We interpret our own findings with a cautionary note since there are numerous potential measured and unmeasured confounding variables including rates of BCG vaccination compliance, age at vaccination, potential strain differences among BCG vaccines, as well as regional variations within countries, a lack of a verified metric to measure country-level COVID-19 response effectiveness, no measures of health system capacity to provide effective, critical care, and other, as yet identified factors. The rates of adequate and accurate CRM reporting may vary by country and vary more widely in certain countries with higher BCG vaccination rates owing to the robustness of the public health infrastructure thus increasing the apparent effect of BCG. We agree with the sentiments of the World Health Organization and caution against routine BCG vaccination for the prevention of COVID-19 until prospective trials are completed. It is unclear if the protection from neonatal vaccination with BCG is transferrable to those receiving vaccination as an adult and how long such protection lasts. That is why some of the authors have initiated NCT04348370 (BADAS) trial in the US, joining other trials evaluating BCG administration for either COVID-19 prevention or disease severity reduction including: national clinical trial (NCT)04348370 (BADAS, USA), NCT04327206 (BRACE, Australia), NCT04328441 (BCG-CORONA, Netherlands), and NCT04350931 (Egypt).

This analysis represents an attempt to utilize machine learning methods to address important questions in the field of medicine during a global health emergency which might foster accelerated research in medicine and epidemiology.
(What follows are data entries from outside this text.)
import type { Garment } from '@ellwand/shared/records/garment';
import type { Repeatability } from '@ellwand/shared/records/repeatability';
import type { SheetFactsInput } from '@ellwand/shared/records/sheet';
import { type Agent, type House, openHouse } from './harness/house';
import type { TestPerson } from './harness/people';
import { factsWith, makeDress, openSheet, reading, silkDress } from './support/garments';

describe('how well readings repeat', () => {
  let house: House;
  let odile: TestPerson;
  let ines: TestPerson;
  let table: Agent;
  let made = 0;

  beforeAll(async () => {
    house = await openHouse();
  });
  afterAll(() => house.close());
  beforeEach(async () => {
    await house.empty();
    odile = await house.person('recorder', 'Odile Marsh');
    ines = await house.person('curator', 'Ines Thorne');
    table = await house.signInAs(odile);
  });

  const from = async (source: string, agent = table): Promise<Repeatability> =>
    (await agent.get(`/api/v1/workroom/repeatability?from=${source}`)).body as Repeatability;

  async function bodice(): Promise<string> {
    made += 1;
    const dress: Garment = await makeDress(table, { ...silkDress, ownNumber: `LH.2031.${made}` });
    return dress.parts[0]?.id ?? '';
  }

  /** A sheet on which two people read in turn, `[point, first, second, …]` in mm. */
  async function measured(
    partId: string,
    facts: Partial<SheetFactsInput>,
    ...points: readonly (readonly [string, ...number[]])[]
  ): Promise<string> {
    const people = [odile, ines].flatMap(({ id: userId }) =>
      (['read', 'held'] as const).map((duty) => ({ userId, duty })),
    );
    const sheet = await openSheet(table, partId, factsWith(odile, ines, { people, ...facts }));
    const readings = points.flatMap(([pointId, ...valuesMm]) =>
      valuesMm.map((valueMm, index) =>
        reading(pointId, String(valueMm), index % 2 === 0 ? odile.id : ines.id, { round: index + 1 }),
      ),
    );
    const answer = await table.post(`/api/v1/workroom/sheets/${sheet.id}/readings`).send({ readings });
    const { results } = answer.body as { results: { outcome: string }[] };
    expect(results.filter(({ outcome }) => outcome !== 'kept')).toEqual([]);
    return sheet.id;
  }

  // Four waists of ten, read by two; TEM = √(Σd² ÷ 2N), Ulijaszek & Kerr, Br J Nutr 82 (1999) 165–177.
  it('is worked out for each point by itself, from those that were chosen to be read again', async () => {
    const chosen = { repeatPoints: ['waist'] };
    const pairs = [
      [612, 610],
      [588, 590],
      [701, 698],
      [634, 636],
    ] as const;
    for (const [first, second] of pairs)
      await measured(await bodice(), chosen, ['waist', first, second], ['bust', 850], ['armscye', 400, 409]);
    const { points, more } = await from('record');
    expect(points.map(({ pointId }) => pointId)).toEqual(['waist']);
    expect(more).toBe(false);
    expect(points[0]).toMatchObject({
      ...{ label: 'Waist', n: 4, k: 2, byAnother: 4, meanDifferenceMm: -0.25 },
      temMm: Math.round(Math.sqrt(21 / 8) * 1000) / 1000,
    });
    expect(points[0]?.pairs).toHaveLength(4);
    expect(points[0]?.says).toMatch(/^Only 4 were read twice: .* Every later reading is another reader’s\.$/);
  });

  it('holds what was read of a study piece together, over all its study sheets', async () => {
    const piece = await bodice();
    await measured(piece, { purpose: 'study', measuredOn: '2026-11-19' }, ['waist', 612], ['neck', 352]);
    await measured(piece, { purpose: 'study', measuredOn: '2026-11-20' }, ['waist', 610, 613]);
    await measured(await bodice(), { purpose: 'study' }, ['waist', 588, 590, 590]);
    const { points } = await from('study');
    expect(points.map(({ pointId, n, k }) => [pointId, n, k])).toEqual([['waist', 2, 3]]);
    const differences = points[0]?.pairs.map(({ differenceMm }) => differenceMm) ?? [];
    expect([...differences].sort((one, other) => one - other)).toEqual([-2, 1, 2, 2]);
    // The first reading of the piece is that of its first sheet.
    expect(points[0]?.pairs.map(({ meanMm }) => meanMm)).toContain(611);
  });

  it('keeps study and record, left and right, and what was corrected apart', async () => {
    const sheetId = await measured(await bodice(), { repeatPoints: ['cuff'] }, ['neck', 352]);
    const sided = (worn: string, round: number, typed: string) =>
      reading('cuff', typed, odile.id, { worn, round });
    const wrong = sided('left', 2, '400');
    const readings = [
      ...[sided('left', 1, '200'), wrong, sided('right', 1, '240'), sided('right', 2, '243')],
      { ...sided('left', 2, '201'), replaces: wrong.id },
    ];
    await table.post(`/api/v1/workroom/sheets/${sheetId}/readings`).send({ readings });
    await measured(await bodice(), { purpose: 'study' }, ['cuff', 230, 231]);
    const cuffs = async (source: string) =>
      (await from(source)).points.find(({ pointId }) => pointId === 'cuff');
    expect((await cuffs('record'))?.pairs.map(({ differenceMm }) => differenceMm).sort()).toEqual([1, 3]);
    expect((await cuffs('record'))?.says).toMatch(/Each by one reader/);
    expect(await cuffs('study')).toMatchObject({ n: 1, temMm: null, limitsMm: null });
    expect(await cuffs('all')).toMatchObject({ n: 3, byAnother: 1 });
  });

  it('names nobody, and is open to all who work here', async () => {
    await measured(await bodice(), { purpose: 'study' }, ['waist', 612, 610]);
    const desk = await house.signInAs(await house.person('desk', 'Wren Aldous'));
    const answer = await desk.get('/api/v1/workroom/repeatability');
    expect(answer.status).toBe(200);
    for (const { id, name } of [odile, ines]) {
      expect(answer.text).not.toContain(id);
      expect(answer.text).not.toContain(name);
    }
    expect((await table.get('/api/v1/workroom/repeatability?from=best')).body).toMatchObject({ status: 400 });
  });

  it('is empty where nothing was read twice', async () => {
    await measured(await bodice(), { repeatPoints: ['waist'] }, ['waist', 612]);
    expect(await from('all')).toEqual({ from: 'all', points: [], more: false });
  });
});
For countries included in our analysis using an a priori, rigid entry criteria, the presence of an active BCG immunization program for the past 15 years and total population are associated with improved COVID-19 specific mortality while the share of the population over 65 years of age is associated with increased CRM. For the included countries BCG15 vaccination programs are associated with a 71% reduction in the risk for CRM independent of population, population density, temperature, share of population above 65 years, and the stringency index of each country. A reduction in CRM was observed in 80% of country clusters for BCG15. This ecological analysis provides the most robust data regarding the association of COVID-19 specific mortality and BCG vaccination programs. These findings suggest that BCG vaccination is one of many potential additions to our armamentarium in the fight to reduce mortality related to COVID-19.